### Problem to solve
Copy all lines in the data that contain the string "close".

________________

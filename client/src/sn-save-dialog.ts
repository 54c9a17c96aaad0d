import { LitElement, css, html, nothing } from 'lit';

/** Detail of `sn-save`. */
export interface SaveDetail { author: string; message: string; asCopy: boolean }

/**
 * Asks for the author and a message before a save. The author is remembered
 * in this browser. With `asNew`, the model goes to the library as a new entry.
 *
 * @fires sn-save - {author, message, asCopy}
 * @fires sn-close - cancelled
 */
export class SnSaveDialog extends LitElement {
  static override styles = css`
    :host { display: block; }
    form { background: #fff; border: 1px solid #c8c4bb; border-radius: 6px; padding: 12px 16px; box-shadow: 0 6px 24px rgba(0,0,0,0.12); max-width: 420px; }
    h2 { font-size: 15px; margin: 0 0 8px; color: #1d3a4a; }
    label { display: block; font-size: 13px; margin: 6px 0; }
    input { font: inherit; width: 100%; box-sizing: border-box; padding: 4px 6px; border: 1px solid #c8c4bb; border-radius: 3px; }
    .row { display: flex; gap: 8px; justify-content: flex-end; margin-top: 10px; }
    button { font: inherit; font-size: 13px; padding: 3px 12px; border-radius: 3px; border: 1px solid #c8c4bb; background: #fff; cursor: pointer; }
    button.primary { background: #1d3a4a; color: #fff; border-color: #1d3a4a; }
    .muted { color: #6b665e; font-size: 12px; }
    .err { color: #b3261e; font-size: 13px; }
  `;

  static override properties = {
    asNew: { type: Boolean },
    busy: { type: Boolean },
    error: { type: String },
    baseRevision: { type: Number },
    signedAs: { type: String },
  };

  declare asNew: boolean;
  declare busy: boolean;
  declare error: string;
  declare baseRevision: number;
  /** The personal key's name when signed in with one: it is the author (the server ignores a typed one). */
  declare signedAs: string;

  constructor() {
    super();
    this.asNew = false;
    this.busy = false;
    this.error = '';
    this.baseRevision = 0;
    this.signedAs = '';
  }

  override render() {
    const author = this.signedAs || (localStorage.getItem('shaftnet.author') ?? '');
    return html`<form @submit=${this.onSubmit} aria-label="Save the model">
      <h2>${this.asNew ? 'Save to the team library' : `Save a new revision (on top of revision ${this.baseRevision})`}</h2>
      <label>Your name <input name="author" required maxlength="100" .value=${author} autocomplete="name" ?readonly=${!!this.signedAs}
        title=${this.signedAs ? 'Your personal key names you' : ''} /></label>
      <label>What changed <input name="message" required maxlength="500" placeholder="e.g. tail shaft 40 → 45 mm" /></label>
      ${this.error ? html`<p class="err">${this.error}</p>` : nothing}
      <p class="muted">Everyone on this server can open what you save.</p>
      <div class="row">
        <button type="button" @click=${this.cancel}>Cancel</button>
        <button type="submit" class="primary" ?disabled=${this.busy}>${this.busy ? 'Saving…' : 'Save'}</button>
      </div>
    </form>`;
  }

  override firstUpdated(): void {
    const form = this.renderRoot.querySelector('form');
    const target = (form?.elements.namedItem('author') as HTMLInputElement | null)?.value ? 'message' : 'author';
    (form?.elements.namedItem(target) as HTMLInputElement | null)?.focus();
  }

  private onSubmit(e: Event): void {
    e.preventDefault();
    const form = e.target as HTMLFormElement;
    const author = (form.elements.namedItem('author') as HTMLInputElement).value.trim();
    const message = (form.elements.namedItem('message') as HTMLInputElement).value.trim();
    if (!this.signedAs) localStorage.setItem('shaftnet.author', author);
    this.dispatchEvent(new CustomEvent<SaveDetail>('sn-save', { detail: { author, message, asCopy: false }, bubbles: true, composed: true }));
  }

  private cancel(): void {
    this.dispatchEvent(new CustomEvent('sn-close', { bubbles: true, composed: true }));
  }
}

customElements.define('sn-save-dialog', SnSaveDialog);

declare global {
  interface HTMLElementTagNameMap {
    'sn-save-dialog': SnSaveDialog;
  }
}
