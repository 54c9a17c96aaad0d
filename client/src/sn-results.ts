import { LitElement, css, html, nothing } from 'lit';
import type { Solution } from '../../shared-types/solution.js';
import type { EditModel } from './model-edits.js';
import type { SelectDetail } from './sn-table.js';
import { type FieldKind, type UnitSystem, displayUnit, formatNumber, formatQuantity, formatValue, prettyUnit } from './units.js';
import type { CursorDetail } from './sn-plot.js';
import type { SectionLike } from './section-geometry.js';
import { type AnyCheck, checkLabel, raisersOf, shaftPeaks } from './raiser-results.js';
import { valueAt } from './diagram-readout.js';
import { type CasesSolution, type OverloadResult, combinationLabel, combinationName, governingOf, overloadSentence, rotationBand, torqueBand } from './cases-results.js';
import './sn-plot.js';
import './sn-segment-table.js';
import './sn-station-table.js';
import './sn-dynamics-results.js';
import { resultTableStyles } from './shared-styles.js';

/** Where the results stand against the model on screen. */
export type ResultState = 'none' | 'fresh' | 'stale' | 'solving' | 'invalid' | 'failed';

const CHECK_KIND: Record<AnyCheck['kind'], { label: string; kind: FieldKind }> = {
  shear: { label: 'Shear stress', kind: 'stress' },
  twistRate: { label: 'Twist rate', kind: 'twistRate' },
  totalTwist: { label: 'Total twist', kind: 'angle' },
  localPeak: { label: 'Local peak', kind: 'stress' },
  crossing: { label: 'Resonance in running range', kind: 'angularSpeed' },
};

/** Checks listed before "Show all": the worst ones. */
const CHECKS_SHOWN = 12;

/** Index of the largest |value|. */
function peakIndex(values: readonly number[]): number {
  let best = -1;
  let bestAbs = -1;
  values.forEach((v, i) => {
    if (Math.abs(v) > bestAbs) {
      bestAbs = Math.abs(v);
      best = i;
    }
  });
  return best;
}
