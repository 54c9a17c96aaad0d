/**
 * Long models for the progress and cancel tests (invented, for run time only):
 * one steel shaft of `stations` stations, fixed at both ends, a torque at every
 * tenth station; with `cases`, its torques spread over that many load cases and
 * `combos` combinations of them.
 */
export function longChain(stations: number, cases = 0, combos = 0): Record<string, unknown> {
  const segs = stations - 1;
  const h = 0.01; // m
  const segments = Array.from({ length: segs }, (_, k) => ({ length: h, section: k % 2 ? 'a' : 'b', material: 'steel' }));
  const torques: Array<Record<string, unknown>> = [];
  for (let k = 5; k < segs; k += 10) {
    torques.push({ id: `t${k}`, shaft: 's', at: k * h, torque: (k % 7) - 3, ...(cases > 0 ? { case: `c${torques.length % cases}` } : {}) });
  }
  const ids = Array.from({ length: cases }, (_, k) => `c${k}`);
  return {
    format: 'shaftnet/1',
    name: `Long chain (invented), ${stations} stations`,
    materials: [{ id: 'steel', G: 79.3e9, allowableShear: 55e6 }],
    sections: [
      { id: 'a', shape: 'solid', d: 0.04 },
      { id: 'b', shape: 'hollow', d: 0.05, di: 0.03 },
    ],
    shafts: [{ id: 's', segments }],
    supports: [
      { id: 'A', shaft: 's', at: 0, kind: 'fixed' },
      { id: 'B', shaft: 's', at: segs * h, kind: 'fixed' },
    ],
    torques,
    ...(cases > 0
      ? {
          loadCases: ids.map((id) => ({ id })),
          combinations: Array.from({ length: combos }, (_, k) => ({ id: `k${k}`, factors: Object.fromEntries(ids.map((id, j) => [id, ((k + j) % 3) - 1])) })),
        }
      : {}),
  };
}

________________

### Answer space
 * @fires sn-close - cancelled
    this.dispatchEvent(new CustomEvent('sn-close', { bubbles: true, composed: true }));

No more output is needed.